## Task prompt
Search the data for the word "table". Reproduce every line where it is found.

Collected data:
-*-

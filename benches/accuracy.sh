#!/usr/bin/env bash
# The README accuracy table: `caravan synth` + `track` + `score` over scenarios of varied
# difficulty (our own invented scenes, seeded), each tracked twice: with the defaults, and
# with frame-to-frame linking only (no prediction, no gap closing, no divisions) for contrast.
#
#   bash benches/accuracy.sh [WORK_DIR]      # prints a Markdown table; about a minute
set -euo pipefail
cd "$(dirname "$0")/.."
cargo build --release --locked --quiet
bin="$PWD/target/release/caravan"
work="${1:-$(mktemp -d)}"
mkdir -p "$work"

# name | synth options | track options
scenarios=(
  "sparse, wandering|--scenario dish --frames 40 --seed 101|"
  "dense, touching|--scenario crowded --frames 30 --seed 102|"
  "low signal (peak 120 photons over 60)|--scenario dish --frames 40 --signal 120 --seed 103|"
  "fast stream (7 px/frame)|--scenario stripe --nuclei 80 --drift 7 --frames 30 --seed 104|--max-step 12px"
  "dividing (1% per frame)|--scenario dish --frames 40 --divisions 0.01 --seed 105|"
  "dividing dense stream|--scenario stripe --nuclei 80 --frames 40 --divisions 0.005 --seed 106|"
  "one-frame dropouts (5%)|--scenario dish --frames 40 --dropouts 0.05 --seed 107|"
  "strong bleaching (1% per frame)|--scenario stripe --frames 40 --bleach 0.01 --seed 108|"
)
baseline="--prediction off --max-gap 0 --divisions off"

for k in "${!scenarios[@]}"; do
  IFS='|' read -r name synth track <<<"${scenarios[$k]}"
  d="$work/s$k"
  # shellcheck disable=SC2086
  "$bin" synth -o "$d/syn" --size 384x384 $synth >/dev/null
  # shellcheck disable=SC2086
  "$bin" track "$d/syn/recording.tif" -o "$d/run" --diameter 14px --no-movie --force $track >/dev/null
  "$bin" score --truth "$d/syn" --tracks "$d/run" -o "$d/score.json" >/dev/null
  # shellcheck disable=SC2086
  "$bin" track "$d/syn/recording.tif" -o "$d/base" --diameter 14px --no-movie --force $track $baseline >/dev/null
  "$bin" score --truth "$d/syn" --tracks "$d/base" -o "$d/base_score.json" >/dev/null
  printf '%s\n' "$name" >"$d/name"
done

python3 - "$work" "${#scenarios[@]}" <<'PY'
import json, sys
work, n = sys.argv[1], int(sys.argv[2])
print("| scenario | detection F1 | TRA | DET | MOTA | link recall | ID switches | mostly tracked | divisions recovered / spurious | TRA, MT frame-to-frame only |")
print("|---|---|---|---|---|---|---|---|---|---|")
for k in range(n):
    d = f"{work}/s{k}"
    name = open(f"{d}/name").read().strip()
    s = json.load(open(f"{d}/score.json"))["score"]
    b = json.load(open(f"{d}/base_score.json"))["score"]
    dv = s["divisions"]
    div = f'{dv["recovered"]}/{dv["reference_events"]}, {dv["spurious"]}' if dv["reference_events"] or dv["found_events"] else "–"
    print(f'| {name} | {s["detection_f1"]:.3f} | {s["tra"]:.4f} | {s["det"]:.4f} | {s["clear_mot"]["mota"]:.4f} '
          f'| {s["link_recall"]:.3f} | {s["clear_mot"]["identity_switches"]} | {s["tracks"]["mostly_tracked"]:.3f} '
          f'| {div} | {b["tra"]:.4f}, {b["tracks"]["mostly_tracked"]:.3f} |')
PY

-*-

## Expected output
# The README accuracy table: `caravan synth` + `track` + `score` over scenarios of varied
#   bash benches/accuracy.sh [WORK_DIR]      # prints a Markdown table; about a minute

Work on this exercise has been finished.